Saved entries
|---|
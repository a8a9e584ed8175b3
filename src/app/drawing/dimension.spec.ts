import { cross } from './point';
import { planDimension } from './dimension';

const plan = (length: number, figure: 'between' | 'past-start' | 'past-end', upright = false) => {
  const to = upright ? { x: 100, y: 100 + length } : { x: 100 + length, y: 100 };
  const outward = upright ? { x: 1, y: 0 } : { x: 0, y: 1 };
  return planDimension({ x: 100, y: 100 }, to, outward, 30, '1.250', figure, {});
};

describe('a dimension', () => {
  it('breaks its line for the figure, and the figure stays clear of it', () => {
    const between = plan(200, 'between')!;
    const [text] = between.footprint.texts;
    const [left, right] = between.footprint.lines;
    expect(left!.to.x).toBeLessThan(text!.left);
    expect(right!.from.x).toBeGreaterThan(text!.right);
  });

  it('keeps the figure upright on an upright line, with a small gap', () => {
    const between = plan(60, 'between', true)!;
    expect(between.footprint.lines[0]!.to.y).toBeLessThan(between.footprint.texts[0]!.top);
    expect(between.footprint.texts[0]!.right - between.footprint.texts[0]!.left).toBeGreaterThan(30);
  });

  it('puts the figure past the end when it does not fit between, and only then', () => {
    expect(plan(30, 'between')).toBeNull();
    expect(plan(30, 'past-end')!.footprint.texts[0]!.left).toBeGreaterThan(130);
    expect(plan(30, 'past-start')!.footprint.texts[0]!.right).toBeLessThan(100);
    expect(plan(200, 'past-end')).toBeNull();
  });

  it('leaves a gap between what is measured and its extension lines', () => {
    for (const line of plan(200, 'between')!.footprint.thin) {
      expect(line.from.y).toBeGreaterThan(105);
      expect(line.to.y).toBeGreaterThan(130);
    }
  });
});

describe('crossing lines', () => {
  const line = (x1: number, y1: number, x2: number, y2: number) => ({ from: { x: x1, y: y1 }, to: { x: x2, y: y2 } });

  it('are told from lines that pass', () => {
    expect(cross(line(0, 0, 10, 10), line(0, 10, 10, 0))).toBeTrue();
    expect(cross(line(0, 0, 10, 10), line(20, 0, 20, 10))).toBeFalse();
    expect(cross(line(0, 0, 10, 0), line(5, 0, 5, 5))).toBeTrue();
  });

  it('on one line cross when they overlap', () => {
    expect(cross(line(0, 0, 10, 0), line(5, 0, 15, 0))).toBeTrue();
    expect(cross(line(0, 0, 4, 0), line(5, 0, 15, 0))).toBeFalse();
  });
});
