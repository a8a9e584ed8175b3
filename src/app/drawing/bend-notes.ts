/** What each bend line is called and how it is bent, under the blank: on one line where it fits, else stacked. */
import { inOneLine, type LineNote } from '@shared/part/words';
import type { Mark } from './marks';
import { at, textWidth } from './marks';
import { seatLabels } from './seat-labels';

export interface BendNote {
  readonly x: number;
  readonly note: LineNote;
  readonly pick: number;
}

const GAP = 12;
const LINE = 16;

/** From the fullest to the least: ledger and table of stations have the angle between the legs where it has no room here. */
const WAYS: readonly ((note: LineNote) => readonly string[])[] = [
  (note) => [inOneLine(note)],
  ({ line, face, angle, between }) => [`${line} · ${face}`, `${angle} (${between})`],
  ({ line, face, angle, between }) => [line, face, angle, between],
  ({ line, face, angle }) => [line, face, angle],
];

/** Most of the texts are the same for every bend: each is measured once. */
const widest = (texts: readonly string[]): number =>
  Math.max(0, ...[...new Set(texts)].map((text) => textWidth(text, 'note-strong')));

/** Length in pixels that the notes need side by side at the least. */
export function notesRoom(notes: readonly LineNote[]): number {
  const least = WAYS.at(-1);
  return least ? notes.length * (widest(notes.flatMap(least)) + GAP) : 0;
}

export interface NoteBand {
  readonly marks: readonly Mark[];
  readonly height: number;
}

export function bendNotes(notes: readonly BendNote[], edge: number, low: number, high: number): NoteBand {
  if (notes.length === 0) return { marks: [], height: 0 };
  const ways = WAYS.map((way) => notes.map(({ note }) => way(note)));
  const fits = (texts: readonly (readonly string[])[]): boolean => {
    const room = widest(texts.flat()) + GAP;
    // One line has no leader, so that each must stand at its own place.
    const apart = notes.every((note, index) => index === 0 || note.x - (notes[index - 1]?.x ?? 0) >= room);
    return (texts[0]?.length === 1 ? apart : true) && notes.length * room <= high - low;
  };
  const texts = ways.find(fits) ?? ways.at(-1) ?? [];
  const rows = texts[0]?.length ?? 0;
  const width = widest(texts.flat());
  const seats = seatLabels(
    notes.map((note) => note.x),
    width,
    GAP,
    low + width / 2,
    high - width / 2,
    1,
  );
  const top = edge + (rows > 1 ? 26 : 18);
  const marks = notes.flatMap((note, index): Mark[] => {
    const x = seats[index]?.place ?? note.x;
    const { pick } = note;
    const leader = [
      { x: note.x, y: edge + 2 },
      { x: note.x, y: edge + 6 },
      { x, y: edge + 16 },
    ];
    return [
      ...(rows > 1 ? [{ kind: 'path', role: 'leader', d: `M${leader.map(at).join('L')}`, pick } as const] : []),
      ...(texts[index] ?? []).map((text, row): Mark => {
        const role = rows > 1 && row === 0 ? 'note-strong' : 'note';
        return { kind: 'text', role, text, at: { x, y: top + row * LINE }, anchor: 'middle', pick };
      }),
    ];
  });
  return { marks, height: top - edge + (rows - 1) * LINE + 10 };
}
|---|
Return each line of the data that contains the string "filename".

◆ Answer section
filename src/app/drawing/dimension.spec.ts
filename src/app/drawing/bend-notes.ts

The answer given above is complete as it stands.